# How to judge the bioload on an aquarium?



## hoffboy (Feb 20, 2005)

Good that you're thinking of load both in terms of water pollution and fish stress. If you have lots of happy plants uptaking ammonia, you can get away with more crowding, as long as it doesn't get to the point that the fish start to feel crowded. What you envision for the 20 sounds like it might be pushing it, so you'll definitely want lots of plants. If you can leave a good sized open area, your Rasboras should school nicely. Your guppy population will continue to expand in the absence of a predator fish, so I'd go easy on adding any additional fish to the 29. If you really want to know how many neons you have, a photo might help. Use flash to freeze them. It will look terrible, but you should be able to get a count. Remember, plants plants plants. Short of plants, filter filter filter.


----------



## Solace (Feb 12, 2006)

Lots of plants.. pressurized CO2... eheim 2213 filter... So I think im doing well on taking care of filtration and water issues. 

I change 5 gallons of water per week in each aquarium. (i have a 5 gallon bucket that i have to go get water that is suitable for the aquariums, so,.. 5 gallons at a time is about all I can really do)

I counted the neons, and there is 11.

With the fish crowding problems, I think that fish that like to school (Rasboras, Neons) Would be less stressed with more of their own kind, no?


----------



## A Hill (Jul 25, 2005)

its pushing it a it but if you keep great filtration up and keep close eye on the fish it can be done. i pushed my 10g at one time with 2 full grown blue rams 4 full grown cories 2 full grown otto's and 3 juvies and some shrimp+ snails... the sky is the limit as long as you keep up the wc and the filtration more plants the better also! Good luck! 

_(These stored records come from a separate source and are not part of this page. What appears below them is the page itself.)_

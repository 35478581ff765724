import type { Finding, ReadingPlan } from "#shared/api/extracts.ts";
import { parseNumber } from "../../formats/numbers.ts";
import type { Sample } from "../sample.ts";
import { accept, ask, examplesOf, isAccepted, note, stop } from "./finding.ts";

const notReadable = (sample: Sample): Finding | null => {
  if (sample.isEmpty)
    return stop("empty-file", "The file is empty.", "Get it again, and bring it as a new extract.");
  if (sample.isBigEndian)
    return stop(
      "unread-encoding",
      "The file is text in big-endian UTF-16, which is not read here.",
      "Save it as UTF-8 and bring it as a new extract.",
    );
  if (sample.instead !== null)
    return stop(
      "not-a-table",
      `This is ${sample.instead}, not a table as text, whatever its name says.`,
      "Export the table as CSV and bring that as a new extract.",
    );
  return null;
};

const cutOff = ({ cutLine, header }: Sample): Finding[] =>
  cutLine
    ? [
        stop(
          "file-cut-off",
          `The file ends in the middle of a line: its last line has ${cutLine.cells.length} of ${header.length} values. It was probably cut off on its way.`,
          "Get the file again and bring it as a new extract.",
          { examples: examplesOf([cutLine]) },
        ),
      ]
    : [];

const headless = ({ header }: Sample): Finding[] =>
  header.length > 0 && header.every((name) => !Number.isNaN(parseNumber(name, ".")))
    ? [
        stop(
          "no-header",
          "The first line holds numbers, so the columns have no names.",
          "Put a line with the names of the columns first and bring the file as a new extract.",
        ),
      ]
    : [];

const rowless = ({ rows, uneven, cutLine, found }: Sample): Finding[] => {
  if (rows.length > 0 || cutLine || found.some((f) => f.level === "stop")) return [];
  const isUneven = uneven.length > 0;
  return [
    stop(
      "header-only",
      isUneven
        ? "No row has as many values as the first line has names."
        : "The file has a line of names and no rows.",
      isUneven
        ? "Choose another delimiter, or look at the first lines of the file."
        : "Get the table with its rows and bring it as a new extract.",
      { examples: examplesOf(uneven) },
    ),
  ];
};

const ragged = ({ rows, uneven, header }: Sample): Finding[] =>
  rows.length > 0 && uneven.length > 0
    ? [
        note(
          "uneven-rows",
          `Some rows have more or fewer values than the ${header.length} of the first line. They will be refused: nothing is guessed about where a value belongs.`,
          "Look at the rows below; mend the file if they matter.",
          { count: uneven.length, examples: examplesOf(uneven) },
        ),
      ]
    : [];

const BEYOND_ASCII = /[^\u0020-\u007e\t]/;

/** The same bytes as they would read in UTF-8. */
const inUtf8 = (text: string): string => Buffer.from(text, "latin1").toString("utf8");

const guessedEncoding = ({ isEncodingGuessed, rows }: Sample, plan: ReadingPlan | null): Finding[] => {
  if (!isEncodingGuessed || (plan && isAccepted(plan, "encoding-guessed"))) return [];
  const hit = rows.filter((row) => BEYOND_ASCII.test(row.text));
  return [
    ask(
      "encoding-guessed",
      "Some bytes are not UTF-8, so the text is read as Latin-1 (Windows-1252).",
      "Compare the lines below as they read in Latin-1 and in UTF-8, and choose.",
      {
        count: Math.max(hit.length, 1),
        examples: examplesOf(hit.map((row) => ({ ...row, text: `${row.text} → ${inUtf8(row.text)}` }))),
        answers: [
          accept("Read as Latin-1"),
          { value: "encoding:utf-8", label: "Read as UTF-8, stray bytes as \ufffd" },
        ],
      },
    ),
  ];
};

/** Signs that stand for bytes which mean nothing in the encoding that the file is read in. */
const strayBytes = ({ rows, header }: Sample, plan: ReadingPlan | null): Finding[] => {
  const hit = rows.filter((row) => row.cells.some((cell) => cell.includes("\ufffd")));
  const names = header.filter((name) => name.includes("\ufffd")).length;
  if (hit.length + names === 0 || (plan && isAccepted(plan, "stray-bytes"))) return [];
  return [
    ask(
      "stray-bytes",
      `${hit.length} of the rows looked at hold bytes that mean nothing in this encoding; each is shown as \ufffd.`,
      "Choose another encoding if letters are missing, or take them as they are.",
      {
        count: hit.length + names,
        examples: examplesOf(hit),
        answers: [accept("Take them as they are"), { value: "encoding:latin1", label: "Read as Latin-1" }],
      },
    ),
  ];
};

/** What the file itself is, whatever the plan. */
export const fileFindings = (sample: Sample, plan: ReadingPlan | null = null): Finding[] => {
  const refusal = notReadable(sample);
  if (refusal) return [refusal];
  return [
    ...cutOff(sample),
    ...headless(sample),
    ...rowless(sample),
    ...ragged(sample),
    ...guessedEncoding(sample, plan),
    ...strayBytes(sample, plan),
  ];
};
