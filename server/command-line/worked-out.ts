import type { CampaignSettings, CardSettings } from "#shared/science/cards.ts";
import type { RecipeSettings } from "#shared/science/recipes.ts";
import { assessColumns, type InstrumentColumns } from "../assess/columns.ts";
import { givenColumns } from "../catalogue/given-columns.ts";
import type { Value } from "../database/bulk.ts";
import { deriveColumns } from "../derive/derive.ts";
import type { StellarColumns } from "../derive/star-columns.ts";

export interface Settings {
  readonly card: CardSettings;
  readonly campaign: CampaignSettings;
  readonly recipe: RecipeSettings;
}

/** A block of stars with all that is known and worked out about them. */
export interface WorkedOut {
  /** Values as given, each row in the order of `GIVEN`. */
  readonly rows: readonly (readonly Value[])[];
  readonly stellar: StellarColumns;
  readonly instrument: InstrumentColumns;
}

/** Derives and assesses a block. Pure: the same rows and settings give the same bits. */
export const workOut = (rows: readonly (readonly Value[])[], settings: Settings): WorkedOut => {
  const given = givenColumns(rows, settings.recipe);
  const stellar = deriveColumns(given, rows.length, settings.recipe);
  const instrument = assessColumns(
    { ...given, ...stellar.values },
    rows.length,
    settings.card,
    settings.campaign,
    settings.recipe,
  );
  return { rows, stellar, instrument };
};
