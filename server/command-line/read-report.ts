import type { RecognisedTable } from "../formats/open-table.ts";
import type { RefusedRow, RowBatch, TableColumn, TableFinding, TableHeader } from "../formats/table.ts";

const REFUSALS_KEPT = 10;
const LONGEST_TEXT = 500;

/** What a reader makes of a file, as the command prints it. */
export interface ReadReport {
  readonly file: string;
  readonly takenFor: string;
  readonly format: TableHeader["format"];
  readonly variant: string;
  readonly encoding: string | null;
  readonly isPacked: boolean;
  readonly decimalMark: "." | ",";
  readonly meta: TableHeader["meta"];
  readonly columns: readonly TableColumn[];
  readonly declaredRows: number | null;
  readonly rows: number;
  readonly refusedRows: number;
  /** The first of the refused rows. */
  readonly refused: readonly RefusedRow[];
  readonly findings: readonly TableFinding[];
}

/** Counts what goes by. */
export class ReadCounts {
  rows = 0;
  refusedRows = 0;
  readonly refused: RefusedRow[] = [];

  add(batch: RowBatch): void {
    this.rows += batch.rows;
    this.refusedRows += batch.refused.length;
    for (const row of batch.refused.slice(0, REFUSALS_KEPT - this.refused.length))
      this.refused.push({ ...row, text: row.text.slice(0, LONGEST_TEXT) });
  }
}

export const readReport = (
  file: string,
  { reader, takenFor, isPacked, decimalMark }: RecognisedTable,
  counts: ReadCounts,
): ReadReport => {
  const { format, variant, encoding, meta, columns, declaredRows } = reader.header;
  return {
    file,
    takenFor,
    format,
    variant,
    encoding,
    isPacked,
    decimalMark,
    meta,
    columns,
    declaredRows,
    rows: counts.rows,
    refusedRows: counts.refusedRows,
    refused: counts.refused,
    findings: reader.findings(),
  };
};
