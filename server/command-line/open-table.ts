import { createReadStream } from "node:fs";
import { open } from "node:fs/promises";
import { resolve } from "node:path";
import { unprocessable } from "../errors.ts";
import { openDelimited } from "../formats/delimited/open-delimited.ts";
import type { TableReader } from "../formats/table.ts";
import { formatOf } from "./format-of.ts";
import type { Dialect } from "./plan-file.ts";
import { systemWords } from "./trouble.ts";

export interface OpenedTable {
  readonly reader: TableReader;
  /** Of its texts; numbers that the format itself reads need none. */
  readonly decimalMark: "." | ",";
}

const FIRST_BYTES = 512;

const readFirst = async (path: string): Promise<Uint8Array> => {
  const file = await open(path);
  try {
    const { buffer, bytesRead } = await file.read(Buffer.alloc(FIRST_BYTES), 0, FIRST_BYTES, 0);
    return buffer.subarray(0, bytesRead);
  } finally {
    await file.close();
  }
};

const firstBytes = (path: string): Promise<Uint8Array> =>
  readFirst(path).catch((error: unknown) => {
    const why = systemWords(error);
    if (why === undefined) throw error;
    throw unprocessable("no-file", `The file ${path} cannot be read: ${why}.`, {
      hint: "Check its name and from which folder it is named.",
      cause: error,
    });
  });

/** Opens a table by what its bytes say, whatever its name says. */
export const openTable = async (folder: string, name: string, choice: Dialect): Promise<OpenedTable> => {
  const path = resolve(folder, name);
  const source = (): AsyncIterable<Buffer> => createReadStream(path);
  const open = formatOf(await firstBytes(path));
  if (open) return { reader: await open(source()), decimalMark: "." };
  const reader = await openDelimited(source(), choice);
  return { reader, decimalMark: reader.dialect.decimalMark };
};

as for bioload a good guideline is about 1inch fish per gallon Give OR Take. thats a high estimation and especially with planted tanks. shrimp dont really count as bioload either unless you have a ton. some people have had 500+ in a 10g tank.:icon_roll 

the important thing is to watch the fish.


----------



## Keck (Jan 18, 2006)

I remember years ago when I first got into the hobby visiting an Angle breeder at his house. He had a 55g with over 80 Angles that were the size of a half-dollar coin not including fins. 

This was way before power filters or sumps so he was using an UGF. Having the 1-inch of fish per gallon rule already cemented into my skull, I was floored. I will never forget his answer when I asked, “how?”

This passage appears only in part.